• **Work request**
Stop at the line containing "mid-run. The layout": every line of the listing from the first up to that one must be set down exactly.

• **Dataset extract**
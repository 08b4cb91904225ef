/**
 * The footer on every page: report number, what the report is about, page of pages, each in a column of its own
 * width. A long report number or site name wraps (at most three lines) inside its column and can never run into the
 * next one; the page count keeps a fixed column at the right.
 */
import { StyleSheet, Text, View } from "@react-pdf/renderer";
import { A4, FONT_MONO, PAGE_MARGIN, colour } from "./theme";
import { pdfText } from "./text";

const REPORT_NUMBER_WIDTH = 150;
const PAGE_COUNT_WIDTH = 64;
const GAP = 10;
const FONT_SIZE = 6.8;
// JetBrains Mono advances every glyph 600/1000 em, so a line of the column holds this many characters.
const NUMBER_CHARS_PER_LINE = Math.floor(REPORT_NUMBER_WIDTH / (0.6 * FONT_SIZE));

/**
 * A report number broken into lines that fit its column: after a hyphen where possible, else mid-run. The layout
 * engine does not break a word at a hyphen by itself, so a long number would run on into the next column.
 */
export function breakReportNumber(reportNumber: string, perLine = NUMBER_CHARS_PER_LINE): string {
  const pieces = reportNumber.match(/[^-]*-|[^-]+$/g) ?? [reportNumber];
  const lines: string[] = [];
  let line = "";
  for (let piece of pieces) {
    while (piece.length > perLine) {
      if (line) lines.push(line);
      lines.push(piece.slice(0, perLine));
      piece = piece.slice(perLine);
      line = "";
    }
    if ((line + piece).length > perLine) {
      lines.push(line);
      line = piece;
    } else line += piece;
  }
  if (line) lines.push(line);
  return lines.join("\n");
}

const f = StyleSheet.create({
  // Placed from the top: react-pdf 4.9 drops a page-number (render) text positioned with "bottom".
  footer: {
    position: "absolute",
    top: A4.height - 34,
    left: PAGE_MARGIN.side,
    right: PAGE_MARGIN.side,
    flexDirection: "row",
    alignItems: "flex-start",
    borderTopWidth: 0.5,
    borderTopColor: colour.inkLine,
    paddingTop: 4,
    fontSize: FONT_SIZE,
    lineHeight: 1.3,
    color: colour.inkMuted,
  },
  // Three lines at most: 4 pt padding + 3 × 8.84 pt stays inside the 34 pt above the page's edge.
  number: { width: REPORT_NUMBER_WIDTH, fontFamily: FONT_MONO, fontSize: FONT_SIZE, maxLines: 3 },
  about: { flexGrow: 1, flexShrink: 1, flexBasis: 0, marginHorizontal: GAP, maxLines: 3, textOverflow: "ellipsis" },
  pages: { width: PAGE_COUNT_WIDTH, textAlign: "right" },
});

export function ReportFooter({ reportNumber, about }: { reportNumber: string; about: string }) {
  return (
    <View style={f.footer} fixed>
      <Text style={f.number}>{breakReportNumber(pdfText(reportNumber))}</Text>
      <Text style={f.about}>{pdfText(about)}</Text>
      <Text style={f.pages} render={({ pageNumber, totalPages }) => `Page ${pageNumber} of ${totalPages}`} />
    </View>
  );
}
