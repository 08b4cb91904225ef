/** The report's record of outcome and corrections: a confirmed failure, a replaced logger file, shared files and every analysis made. */
import { View } from "@react-pdf/renderer";
import type { CycleDetail } from "@/lib/cycles/contracts";
import { Heading, T, TableHead, type Column } from "./parts";
import { s } from "./styles";
import { colour } from "./theme";
import { bothClocks } from "./time";

const banner = (border: string, background: string) => ({
  borderWidth: 1.2,
  borderColor: border,
  backgroundColor: background,
  borderRadius: 3,
  paddingVertical: 6,
  paddingHorizontal: 9,
  marginBottom: 8,
});

/** "FAILURE CONFIRMED by … on …": the test failed and the record is closed as a signed failure. */
export function FailureConfirmedBanner({ detail }: { detail: CycleDetail }) {
  if (detail.status !== "failure-confirmed") return null;
  const signature = [...detail.signatures].reverse().find((sig) => sig.meaning === "failure-confirmed");
  const when = signature ? bothClocks(signature.signedAt, detail.site.timeZone) : null;
  return (
    <View style={banner(colour.fail500, colour.fail50)} wrap={false}>
      <T style={[s.fail, { fontSize: 11, letterSpacing: 0.4 }]}>FAIL · FAILURE CONFIRMED</T>
      <T style={{ marginTop: 2 }}>
        {signature && when
          ? `Failure confirmed by ${signature.printedName} (${signature.role}) on ${when.site} (${when.utc}). The test failed; this record is closed as a signed failure and is not evidence of a pass.`
          : "The test failed; this record is closed as a signed failure."}
      </T>
    </View>
  );
}

/** Stated prominently: the logger file was replaced after the first analysis, with the first file's hash and how the recordings differ. */
export function ReplacementBanner({ detail }: { detail: CycleDetail }) {
  const replacement = detail.fileReplacement;
  if (!replacement) return null;
  return (
    <View style={banner(colour.caution500, colour.caution50)} wrap={false}>
      <T style={[s.caution, { fontSize: 9.6 }]}>{`Logger file replaced after the first analysis; first file SHA-256 ${replacement.first.sha256}`}</T>
      <T style={[s.small, { color: colour.caution700, marginTop: 2 }]}>
        {`First file: ${replacement.first.fileName}. Now analysed: ${replacement.current.fileName}, SHA-256 ${replacement.current.sha256}.`}
      </T>
      {replacement.differences.map((d) => (
        <T key={d} style={[s.small, { color: colour.caution700 }]}>
          {d}
        </T>
      ))}
      {detail.sharedFiles.map((f) => (
        <T key={`${f.sha256}-${f.cycleId}`} style={[s.small, { color: colour.caution700 }]}>
          {`${f.fileName} is the same file as cycle ${f.cycleNumber}: ${f.reason ?? "no reason recorded"}.`}
        </T>
      ))}
    </View>
  );
}

/** Files shared with another cycle, when no replacement banner already names them. */
export function SharedFilesNote({ detail }: { detail: CycleDetail }) {
  if (detail.fileReplacement || detail.sharedFiles.length === 0) return null;
  return (
    <View style={banner(colour.caution500, colour.caution50)} wrap={false}>
      {detail.sharedFiles.map((f) => (
        <T key={`${f.sha256}-${f.cycleId}`} style={[s.small, { color: colour.caution700 }]}>
          {`${f.fileName} (SHA-256 ${f.sha256}) is the same file as cycle ${f.cycleNumber}: ${f.reason ?? "no reason recorded"}.`}
        </T>
      ))}
    </View>
  );
}

const HISTORY_COLUMNS: Column[] = [
  { title: "When (site time)", width: 22 },
  { title: "By", width: 18 },
  { title: "Reason", width: 50 },
  { title: "Verdict", width: 10 },
];

/** Every analysis of the cycle, oldest first: when, who, why, verdict, and beneath it the file read with its SHA-256 on one line. */
export function AnalysisHistorySection({ detail }: { detail: CycleDetail }) {
  const oldestFirst = [...detail.analysisHistory].reverse();
  if (oldestFirst.length === 0) return null;
  return (
    <View>
      <View wrap={false}>
        <Heading>History of the analyses</Heading>
        <T style={[s.small, { marginBottom: 3 }]}>Every analysis made of this cycle stays on the record; a new one needs a reason. The current one is marked.</T>
        <TableHead columns={HISTORY_COLUMNS} />
      </View>
      <View style={s.table}>
        {oldestFirst.map((h, index) => (
          <View key={h.id} style={[s.tr, { flexDirection: "column" }]} wrap={false}>
            <View style={{ flexDirection: "row" }}>
              <T style={[s.td, { width: "22%" }]}>{`${bothClocks(h.createdAt, detail.site.timeZone).site}${h.id === detail.analysisId ? " (current)" : ""}`}</T>
              <T style={[s.td, { width: "18%" }]}>{h.createdByName ?? "—"}</T>
              <T style={[s.td, { width: "50%" }]}>{h.reason ?? (index === 0 ? "first analysis" : "—")}</T>
              <T style={[s.td, { width: "10%" }, h.verdict === "pass" ? s.pass : s.fail]}>{h.verdict === "pass" ? "PASS" : "FAIL"}</T>
            </View>
            <T style={[s.monoSmall, { paddingHorizontal: 3, paddingBottom: 3 }]}>{`${h.fileName} · SHA-256 ${h.fileSha256}`}</T>
          </View>
        ))}
      </View>
    </View>
  );
}

/** The instrument's calibration certificate in force on the cycle's date, for the report's facts. */
export function calibrationFacts(instrument: CycleDetail["instrument"]): Array<{ label: string; value: string; lapsed?: boolean }> {
  if (!instrument) return [];
  const c = instrument.calibration;
  if (!c) return [{ label: "Calibration", value: "no certificate dated on or before the cycle's date", lapsed: true }];
  return [
    { label: "Certificate", value: c.certificateNumber },
    { label: "Calibration due", value: c.lapsed ? `${c.dueOn}: LAPSED on the cycle's date (${c.testDate})` : c.dueOn, lapsed: c.lapsed },
  ];
}
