import { renderToBuffer } from "@react-pdf/renderer";
import { CycleReportDocument } from "./document";
import { registerReportFonts } from "./fonts";
import type { ReportModel } from "./model";

/**
 * Renders a cycle's PDF report. A pure function of the model: the PDF's dates come from
 * generatedAt and its file identifier is derived from them, so the same model gives the same
 * bytes, which is what lets an archived report be checked by its hash.
 */
export async function renderCycleReport(model: ReportModel): Promise<Buffer> {
  if (Number.isNaN(new Date(model.generatedAt).getTime())) {
    throw new RangeError(`The report's generatedAt "${model.generatedAt}" is not a date and time`);
  }
  registerReportFonts();
  return renderToBuffer(<CycleReportDocument model={model} />);
}
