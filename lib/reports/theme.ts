/** Papin's palette (tailwind.config.ts) as hex for the PDF, and the report's type scale. */
export const colour = {
  paper: "#f7f5f0",
  paperRaised: "#ffffff",
  paperSunk: "#efece4",
  ink: "#1f2328",
  inkSoft: "#3d444d",
  inkMuted: "#656d76",
  inkFaint: "#8c959f",
  inkLine: "#d8d4ca",
  brass50: "#fbf5ea",
  brass100: "#f3e3c3",
  brass500: "#a66a1f",
  brass600: "#8a5515",
  brass700: "#6d4210",
  steam50: "#ebf6f7",
  steam100: "#c9e8ea",
  steam500: "#1f7a85",
  steam600: "#17616a",
  steam700: "#114a51",
  pass50: "#e9f5ef",
  pass500: "#1d7a4d",
  pass700: "#135536",
  fail50: "#fbeceb",
  fail500: "#b3261e",
  fail700: "#7f1a15",
  caution50: "#fdf4e1",
  caution500: "#a15c00",
  caution700: "#6f3f00",
} as const;

/**
 * Line colours for the load channels. The reference is drawn in ink; loads take the steam and
 * brass hues first, then muted partners, with a dash pattern added on the second round so that
 * sixteen channels stay apart in print.
 */
const LOAD_HUES = [colour.steam500, colour.brass500, "#4f6d9a", colour.steam700, "#8a6a9e", colour.brass700, "#5c8a3a", "#9a4f6d"];
const DASHES = [undefined, "3 1.5", "1 1.2"];

export function loadChannelStyle(index: number): { stroke: string; dash: string | undefined } {
  return { stroke: LOAD_HUES[index % LOAD_HUES.length], dash: DASHES[Math.floor(index / LOAD_HUES.length) % DASHES.length] };
}

export const seriesStyle = {
  reference: { stroke: colour.ink, width: 1.1 },
  pressure: { stroke: colour.caution500, width: 0.9, dash: "4 2" },
  saturation: { stroke: colour.fail500, width: 0.8, dash: "1.4 1.2" },
  load: { width: 0.6 },
} as const;

export const FONT_SANS = "Inter";
export const FONT_MONO = "JetBrains Mono";

export const A4 = { width: 595.28, height: 841.89 } as const;
export const PAGE_MARGIN = { top: 46, bottom: 46, side: 40 } as const;
export const CONTENT_WIDTH = A4.width - 2 * PAGE_MARGIN.side;
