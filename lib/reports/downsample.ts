import type { SeriesResponse } from "@/lib/cycles/contracts";
import { lowerBound } from "@/lib/analysis/downsample";

/**
 * The series cut to at most maxPoints points for print, keeping each bucket's lowest and highest
 * reading per channel (in the order they came), so no peak or dip is lost; a bucket with no
 * reading stays a gap.
 * With fromS/toS only that window is kept. Plateau, band, flags and totals are carried over.
 */
export function downsampleForReport(series: SeriesResponse, maxPoints: number, fromS?: number, toS?: number): SeriesResponse {
  const times = series.timesS;
  const begin = fromS === undefined ? 0 : lowerBound(times, fromS);
  const end = toS === undefined ? times.length : lowerBound(times, toS + 1e-9 * Math.max(1, Math.abs(toS)));
  const count = Math.max(0, end - begin);
  const limit = Math.max(2, Math.floor(maxPoints));
  const window = count > 0 ? { from: times[begin], to: times[end - 1] } : series.window;
  if (count <= limit) {
    const whole = begin === 0 && end === times.length;
    return {
      ...series,
      timesS: whole ? times : times.slice(begin, end),
      channels: whole ? series.channels : series.channels.map((c) => ({ ...c, values: c.values.slice(begin, end) })),
      window,
    };
  }
  const buckets = Math.floor(limit / 2);
  const outTimes: number[] = new Array(buckets * 2);
  const outValues: Array<Array<number | null>> = series.channels.map(() => new Array(buckets * 2));
  for (let b = 0; b < buckets; b++) {
    const from = begin + Math.floor((b * count) / buckets);
    const to = begin + Math.floor(((b + 1) * count) / buckets);
    outTimes[2 * b] = times[from];
    outTimes[2 * b + 1] = times[to - 1];
    for (let k = 0; k < series.channels.length; k++) {
      const values = series.channels[k].values;
      let minIndex = -1;
      let maxIndex = -1;
      for (let i = from; i < to; i++) {
        const v = values[i];
        if (v === null || v === undefined || !Number.isFinite(v)) continue;
        if (minIndex < 0 || v < (values[minIndex] as number)) minIndex = i;
        if (maxIndex < 0 || v > (values[maxIndex] as number)) maxIndex = i;
      }
      if (minIndex < 0) {
        outValues[k][2 * b] = null;
        outValues[k][2 * b + 1] = null;
        continue;
      }
      const firstIsMin = minIndex <= maxIndex;
      outValues[k][2 * b] = values[firstIsMin ? minIndex : maxIndex] as number;
      outValues[k][2 * b + 1] = values[firstIsMin ? maxIndex : minIndex] as number;
    }
  }
  return {
    ...series,
    timesS: outTimes,
    channels: series.channels.map((c, k) => ({ ...c, values: outValues[k] })),
    window,
    fullResolution: false,
  };
}

/**
 * Every n-th sample (plus the last), untouched: for the phase diagram, where a temperature has to
 * be paired with the pressure read at the same instant.
 */
export function strideIndexes(length: number, maxPoints: number, keepFrom?: number, keepTo?: number): number[] {
  if (length <= 0) return [];
  const step = Math.max(1, Math.ceil(length / Math.max(2, maxPoints)));
  const out: number[] = [];
  for (let i = 0; i < length; i += step) out.push(i);
  if (keepFrom !== undefined && keepTo !== undefined) {
    const fineStep = Math.max(1, Math.ceil((keepTo - keepFrom) / Math.max(2, maxPoints / 2)));
    for (let i = keepFrom; i <= keepTo && i < length; i += fineStep) out.push(i);
    out.sort((a, b) => a - b);
  }
  if (out[out.length - 1] !== length - 1) out.push(length - 1);
  return out.filter((v, i) => i === 0 || v !== out[i - 1]);
}

export { lowerBound as indexAtOrAfter };
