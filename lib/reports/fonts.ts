import { existsSync, readFileSync } from "node:fs";
import path from "node:path";
import { inflateSync } from "node:zlib";
import { Font } from "@react-pdf/renderer";
import { FONT_MONO, FONT_SANS } from "./theme";

/**
 * A WOFF 1.0 file unpacked into the plain TrueType (sfnt) font it wraps. fontkit reads WOFF
 * directly but inflates the whole glyph table again for every glyph it touches, which made one
 * report cost seconds; unpacked once here, the same glyphs come out in a fraction of that.
 */
export function woffToSfnt(woff: Uint8Array): Buffer {
  const src = Buffer.from(woff.buffer, woff.byteOffset, woff.byteLength);
  if (src.length < 44 || src.toString("latin1", 0, 4) !== "wOFF") throw new Error("Not a WOFF 1.0 font file");
  const flavor = src.readUInt32BE(4);
  const numTables = src.readUInt16BE(12);
  const tables: Array<{ tag: number; checksum: number; data: Buffer }> = [];
  for (let i = 0; i < numTables; i++) {
    const at = 44 + i * 20;
    const tag = src.readUInt32BE(at);
    const offset = src.readUInt32BE(at + 4);
    const compLength = src.readUInt32BE(at + 8);
    const origLength = src.readUInt32BE(at + 12);
    const checksum = src.readUInt32BE(at + 16);
    const stored = src.subarray(offset, offset + compLength);
    const data = compLength < origLength ? inflateSync(stored) : Buffer.from(stored);
    if (data.length !== origLength) throw new Error("A table in the WOFF font file has the wrong length");
    tables.push({ tag, checksum, data });
  }
  tables.sort((a, b) => a.tag - b.tag);
  const pad4 = (n: number) => (n + 3) & ~3;
  const headerLength = 12 + 16 * numTables;
  const total = tables.reduce((sum, t) => sum + pad4(t.data.length), headerLength);
  const out = Buffer.alloc(total);
  const power = 2 ** Math.floor(Math.log2(numTables));
  out.writeUInt32BE(flavor, 0);
  out.writeUInt16BE(numTables, 4);
  out.writeUInt16BE(power * 16, 6);
  out.writeUInt16BE(Math.log2(power), 8);
  out.writeUInt16BE(numTables * 16 - power * 16, 10);
  let offset = headerLength;
  tables.forEach((t, i) => {
    const at = 12 + i * 16;
    out.writeUInt32BE(t.tag, at);
    out.writeUInt32BE(t.checksum, at + 4);
    out.writeUInt32BE(offset, at + 8);
    out.writeUInt32BE(t.data.length, at + 12);
    t.data.copy(out, offset);
    offset += pad4(t.data.length);
  });
  return out;
}

function fontSource(dir: string, file: string): string {
  const full = path.join(dir, file);
  if (!existsSync(full)) {
    throw new Error(`The report font ${file} is missing from ${dir}; reports are rendered with the fonts shipped in fonts/, from the project's folder`);
  }
  return `data:font/ttf;base64,${woffToSfnt(readFileSync(full)).toString("base64")}`;
}

let registered = false;

/** Registers the shipped fonts (fonts/*.woff, found from the working directory) once per process. */
export function registerReportFonts(): void {
  if (registered) return;
  const dir = path.join(process.cwd(), "fonts");
  Font.register({
    family: FONT_SANS,
    fonts: [400, 500, 600, 700].map((fontWeight) => ({ src: fontSource(dir, `inter-latin-${fontWeight}-normal.woff`), fontWeight })),
  });
  Font.register({
    family: FONT_MONO,
    fonts: [400, 500].map((fontWeight) => ({ src: fontSource(dir, `jetbrains-mono-latin-${fontWeight}-normal.woff`), fontWeight })),
  });
  // Hashes, file names and channel headers must never be split with a hyphen.
  Font.registerHyphenationCallback((word) => [word]);
  registered = true;
}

• **Response**
repository 08b4cb91904225ef
/**
 * The footer on every page: report number, what the report is about, page of pages, each in a column of its own
 * width. A long report number or site name wraps (at most three lines) inside its column and can never run into the
 * next one; the page count keeps a fixed column at the right.
 */
import { StyleSheet, Text, View } from "@react-pdf/renderer";
import { A4, FONT_MONO, PAGE_MARGIN, colour } from "./theme";
import { pdfText } from "./text";

const REPORT_NUMBER_WIDTH = 150;
const PAGE_COUNT_WIDTH = 64;
const GAP = 10;
const FONT_SIZE = 6.8;
// JetBrains Mono advances every glyph 600/1000 em, so a line of the column holds this many characters.
const NUMBER_CHARS_PER_LINE = Math.floor(REPORT_NUMBER_WIDTH / (0.6 * FONT_SIZE));

/**
 * A report number broken into lines that fit its column: after a hyphen where possible, else mid-run. The layout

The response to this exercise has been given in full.